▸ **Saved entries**
......
impl Judgement {
    /// The verdict of the criterion in use, if it applies to the material.
    #[must_use]
    pub fn in_use_verdict(&self) -> Option<&Verdict> {
        self.verdicts.iter().find(|v| v.criterion == self.in_use)
    }

    /// How severe another state (same unit) is for the static decision: f = 1/n of the
    /// criterion in use, ties to the larger mean stress (tension governs).
    #[must_use]
    pub fn static_rank(&self, t: &StressTensor) -> Rank {
        Rank {
            severity: criteria::failure_index(self.in_use, principal_values(t), &self.strengths)
                .unwrap_or(f64::NAN),
            tie: mean_stress(t),
        }
    }

    /// How severe another state is in fatigue, with the same proportional cycle (R), Se and
    /// criterion: 1/n, ties to the larger mean equivalent. `None` without a proportional cycle.
    #[must_use]
    pub fn fatigue_rank(&self, t: &StressTensor) -> Option<Rank> {
        self.fatigue.as_ref()?.rank(t, &self.strengths)
    }
}

/// The governing points of a section case (`None` for other paths).
///
/// # Errors
/// A refused input, attached to its number.
pub fn governing(
    c: &Choices,
    n: &impl Numbers,
    units: (StressUnit, AngleUnit),
    j: &Judgement,
) -> Result<Option<Governing>, SourceProblem> {
    if c.source != Source::Section || !c.has_loads() {
        return Ok(None);
    }
    let factor = |g: Critical| {
        let n = (g.value > 0.0)
            .then(|| 1.0 / g.value)
            .filter(|n| n.is_finite());
        (g, n)
    };
    let static_point = if j.in_use_verdict().is_some() {
        source::governing(c, n, units, None, &|t| j.static_rank(t))?.map(factor)
    } else {
        None
    };
    let (fatigue_point, fatigue_note) = match &j.fatigue {
        Some(f) if f.ratio.is_some() => (
            source::governing(c, n, units, f.notch.map(|k| (k.kf, k.kfs)), &|t| {
                j.fatigue_rank(t).unwrap_or(Rank {
                    severity: f64::NAN,
                    tie: 0.0,
                })
            })?
            .map(factor),
            None,
        ),
        Some(_) => (None, Some(NO_FATIGUE_SEARCH)),
        None => (None, None),
    };
    Ok(Some(Governing {
        static_point,
        fatigue_point,
        fatigue_note,
    }))
}

/// Judges `tensor` (in `unit`) with the case's material and settings: the static verdicts, and
/// the fatigue check when it is on.
///
/// # Errors
/// The refused input, attached to its number (the material's and the static inputs first).
pub fn judge(
    c: &Choices,
    n: &impl Numbers,
    tensor: &StressTensor,
    (unit, angle): (StressUnit, AngleUnit),
) -> Result<Judgement, SourceProblem> {
    let mut j = strength::evaluate(c, n, tensor, unit)?;
    if c.fatigue {
        j.fatigue = Some(fatigue::evaluate(
            c,
            n,
            tensor,
            (unit, angle),
            &j.strengths,
        )?);
    }
    Ok(j)
}

/// Adds the life in cycles to a judgement when the case asks for it: of the fatigue check's
/// cycle, or of `history` (in `unit`).
///
/// # Errors
/// The refused input, attached to its field.
pub fn judge_life(
    j: &mut Judgement,
    c: &Choices,
    n: &impl Numbers,
    unit: StressUnit,
    history: &[f64],
) -> Result<(), crate::model::case::FieldProblem> {
    j.life = match (&j.fatigue, c.life_on()) {
        (Some(f), true) => Some(life::evaluate(
            c,
            n,
            f,
            j.strengths.ultimate_tensile(),
            unit,
            history,
        )?),
        _ => None,
    };
    Ok(())
}

#[cfg(test)]
mod tests {
    use super::*;
    use crate::model::choices::MaterialPick;
    use crate::model::inputs::Num;
    use crate::model::source::test_numbers::demo;

    #[test]
    fn a_table_material_is_judged_in_the_case_unit() {
        let c = Choices::default(); // AISI 1020 hot-rolled, Sy = 210 MPa
        let t = StressTensor::plane(105.0, 0.0, 0.0).unwrap();
        let j = judge(&c, &demo(&c), &t, (StressUnit::MPa, AngleUnit::Degree)).unwrap();
        let vm = j.in_use_verdict().unwrap();
        assert_eq!(vm.criterion, Criterion::VonMises);
        assert!((vm.factor.unwrap() - 2.0).abs() < 1e-12);
        // The same state in ksi gives the same factor.
        let k = StressUnit::MPa.convert(1.0, StressUnit::Ksi);
        let j2 = judge(
            &c,
            &demo(&c),
            &t.scaled(k).unwrap(),
            (StressUnit::Ksi, AngleUnit::Degree),
        )
        .unwrap();
        assert!((j2.in_use_verdict().unwrap().factor.unwrap() - 2.0).abs() < 1e-9);
    }

    #[test]
    fn bad_own_material_names_its_field() {
        let c = Choices {
            material: MaterialPick::Own,
            ..Choices::default()
        };
        let mut n = demo(&c);
        n.0.insert(Num::MatSut, -5.0);
        let t = StressTensor::plane(10.0, 0.0, 0.0).unwrap();
        assert_eq!(
            judge(&c, &n, &t, (StressUnit::MPa, AngleUnit::Degree))
                .unwrap_err()
                .num,
            Num::MatSut
        );
        n.0.insert(Num::MatSut, 200.0);
        n.0.remove(&Num::MatSy);
        n.0.insert(Num::MatElong, 0.5);
        n.0.insert(Num::MatSuc, 150.0);
        let e = judge(&c, &n, &t, (StressUnit::MPa, AngleUnit::Degree)).unwrap_err();
        assert_eq!(e.num, Num::MatSuc);
        assert!(e.message.contains("compressive"), "{}", e.message);
    }

    #[test]
    fn a_fully_reversed_cycle_has_no_mean() {
        let c = Choices {
            fatigue: true,
            ..Choices::default()
        };
        let t = StressTensor::plane(80.0, 0.0, 30.0).unwrap();
        let j = judge(&c, &demo(&c), &t, (StressUnit::MPa, AngleUnit::Degree)).unwrap();
        let f = j.fatigue.unwrap();
        assert!(f.sm.abs() < 1e-12);
        let goodman = f.factors[0].1.unwrap();
        assert!((goodman - f.se / f.sa).abs() < 1e-12);
        assert!(f.estimate.is_some() && f.caution.is_none());
    }

    #[test]
    fn the_decision_point_is_the_one_with_the_lower_factor() {
        use stresscase_core::section::Location;
        let at = |phi: f64, severity: f64| Critical {
            at: Location::Round { phi, r: 0.02 },
            position: phi,
            value: severity,
        };
        let g = Governing {
            static_point: Some((at(0.0, 0.5), Some(2.0))),
            fatigue_point: Some((at(3.0, 0.8), Some(1.25))),
            fatigue_note: None,
        };
        assert_eq!(g.decision().map(|c| c.position), Some(3.0));
        let g = Governing {
            static_point: Some((at(0.0, 0.9), Some(1.1))),
            ..g
        };
        assert_eq!(g.decision().map(|c| c.position), Some(0.0));
        // Unloaded in fatigue (n = ∞): the static point decides.
        let g = Governing {
            fatigue_point: Some((at(3.0, 0.0), None)),
            ..g
        };
        assert_eq!(g.decision().map(|c| c.position), Some(0.0));
    }

    #[test]
    fn a_shaft_in_bending_and_torsion_governs_on_its_tensile_fibre() {
        // Ø40 mm, Mz = 1 kN·m, T = 1.5 kN·m, 4140, fatigue R = 0: equal von Mises on both
        // fibres; the static tie and the fatigue factor both pick the tensile one.
        let c = Choices {
            source: Source::Section,
            material: MaterialPick::Table(4),
            fatigue: true,
            ..Choices::default()
        };
        let mut n = demo(&c);
        for (k, v) in [
            (Num::N, 0.0),
            (Num::Mz, 1000.0),
            (Num::T, 1500.0),
            (Num::Vy, 0.0),
            (Num::Ratio, 0.0),
        ] {
            n.0.insert(k, v);
        }
        let (t, _) = source::evaluate(&c, &n, StressUnit::MPa, stresscase_core::AngleUnit::Degree)
            .unwrap()
            .unwrap();
        let j = judge(&c, &n, &t, (StressUnit::MPa, AngleUnit::Degree)).unwrap();
        let g = governing(&c, &n, (StressUnit::MPa, AngleUnit::Degree), &j)
            .unwrap()
            .unwrap();
        let tensile = |crit: &Critical| {
            let stresscase_core::section::Location::Round { phi, .. } = crit.at else {
                panic!()
            };
            // φ from +y: the +y fibre (φ = 0) is in compression under a positive Mz.
            (phi - core::f64::consts::PI).abs() < 1e-6
        };
        let (s, ns) = g.static_point.unwrap();
        let (f, nf) = g.fatigue_point.unwrap();
        assert!(tensile(&s) && tensile(&f), "{s:?} {f:?}");
        assert!(nf.unwrap() < 2.0 && ns.unwrap() > 2.0);
        assert!(tensile(g.decision().unwrap()));
    }

    /// A solid shaft with the demo's numbers and these loads, fatigue on.
    fn shaft(c: Choices, loads: &[(Num, f64)]) -> (Judgement, StressTensor) {
        let mut n = demo(&c);
        for &(k, v) in loads {
            n.0.insert(k, v);
        }
        let (t, _) = source::evaluate(&c, &n, StressUnit::MPa, AngleUnit::Degree)
            .unwrap()
            .unwrap();
        (
            judge(&c, &n, &t, (StressUnit::MPa, AngleUnit::Degree)).unwrap(),
            t,
        )
    }

    #[test]
    fn a_rotating_shaft_reverses_its_bending_and_keeps_its_torque() {
        use crate::model::choices::{Cycle, NotchQ};
        // Ø40 mm, Mz = 380 N·m, T = 520 N·m, φ = 90° (on the neutral axis of Mz: the turned
        // moment must still peak there). σ = 32M/(πd³), τ = 16T/(πd³) (beam and torsion
        // formulas), times Kf and Kfs with q typed.
        let c = Choices {
            source: Source::Section,
            fatigue: true,
            cycle: Cycle::Loads,
            rotating: true,
            notch_q: NotchQ::Typed,
            ..Choices::default()
        };
        let loads = [
            (Num::N, 0.0),
            (Num::Vy, 0.0),
            (Num::Phi, 90.0),
            (Num::Kt, 2.0),
            (Num::Kts, 1.5),
            (Num::Q, 0.8),
            (Num::Qs, 0.9),
        ];
        let (j, on_screen) = shaft(c, &loads);
        let f = j.fatigue.unwrap();
        let d3 = std::f64::consts::PI * 0.04f64.powi(3);
        let (kf, kfs) = (1.0 + 0.8 * 1.0, 1.0 + 0.9 * 0.5);
        let sigma = 32.0 * 380.0 / d3 / 1e6;
        let tau = 16.0 * 520.0 / d3 / 1e6;
        let nf = f.notch.unwrap();
        assert!((nf.kf - kf).abs() < 1e-12 && (nf.kfs - kfs).abs() < 1e-12);
        let [ax, ay, az, axy, ayz, azx] = f.cycle.alternating.components();
        assert!(
            (ax - kf * sigma).abs() < 1e-9 * sigma,
            "{ax} vs {}",
            kf * sigma
        );
        assert_eq!([ay, az, axy, ayz, azx], [0.0; 5]);
        let [mx, _, _, mxy, _, _] = f.cycle.mean.components();
        assert!(mx.abs() < 1e-9 && (mxy - kfs * tau).abs() < 1e-9 * tau);
        assert!(f.ratio.is_none());
        // The state on screen is the peak with Kt and Kts (applied statically by default).
        let [sx, _, _, txy, _, _] = on_screen.components();
        assert!((sx - 2.0 * sigma).abs() < 1e-9 * sigma && (txy - 1.5 * tau).abs() < 1e-9 * tau);
    }

    #[test]
    fn typed_alternating_loads_and_no_static_kt() {
        use crate::model::choices::Cycle;
        let c = Choices {
            source: Source::Section,
            fatigue: true,
            cycle: Cycle::Loads,
            static_kt: false,
            ..Choices::default()
        };
        let loads = [
            (Num::N, 0.0),
            (Num::Vy, 0.0),
            (Num::Phi, 180.0),
            (Num::Mz, 200.0),
            (Num::Mza, 150.0),
            (Num::T, 0.0),
            (Num::Kt, 1.8),
        ];
        let (j, on_screen) = shaft(c, &loads);
        let f = j.fatigue.unwrap();
        let d3 = std::f64::consts::PI * 0.04f64.powi(3);
        let s = |m: f64| 32.0 * m / d3 / 1e6;
        // q = 1 by default: Kf = Kt on the fatigue states; the state on screen has no Kt.
        assert!((f.cycle.mean.components()[0] - 1.8 * s(200.0)).abs() < 1e-9 * s(200.0));
        assert!((f.cycle.alternating.components()[0] - 1.8 * s(150.0)).abs() < 1e-9 * s(150.0));
        assert!((on_screen.components()[0] - s(350.0)).abs() < 1e-9 * s(350.0));
    }

    #[test]
    fn the_governing_points_rank_the_states_they_decide() {
        use crate::model::choices::{Cycle, NotchQ};
        // Kt not applied statically, Kf = 1 + 0.5·(2 − 1) = 1.5 in fatigue: the governing
        // search must give the factors the page shows for the point it finds.
        let c = Choices {
            source: Source::Section,
            material: MaterialPick::Table(4),
            fatigue: true,
            cycle: Cycle::Ratio,
            notch_q: NotchQ::Typed,
            static_kt: false,
            ..Choices::default()
        };
        let loads = [
            (Num::N, 0.0),
            (Num::Mz, 1000.0),
            (Num::T, 0.0),
            (Num::Vy, 0.0),
            (Num::Phi, 180.0),
            (Num::Ratio, 0.0),
            (Num::Kt, 2.0),
            (Num::Q, 0.5),
        ];
        let mut n = demo(&c);
        for (k, v) in loads {
            n.0.insert(k, v);
        }
        let (j, _) = shaft(c, &loads);
        let g = governing(&c, &n, (StressUnit::MPa, AngleUnit::Degree), &j)
            .unwrap()
            .unwrap();
        let (_, ns) = g.static_point.unwrap();
        let (_, nf) = g.fatigue_point.unwrap();
        let on_screen = j.in_use_verdict().unwrap().factor.unwrap();
        let fatigue = j.fatigue.as_ref().unwrap().factor_in_use().unwrap();
        assert!(
            (ns.unwrap() - on_screen).abs() < 1e-6 * on_screen,
            "{ns:?} vs {on_screen}"
        );
        assert!(
            (nf.unwrap() - fatigue).abs() < 1e-6 * fatigue,
            "{nf:?} vs {fatigue}"
        );
    }
}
......
▸ **EXERCISE DESCRIPTION**
Give only a number, namely how many lines in the entries above hold the word "ties".

▸ **REPLY TO THE TASK**
2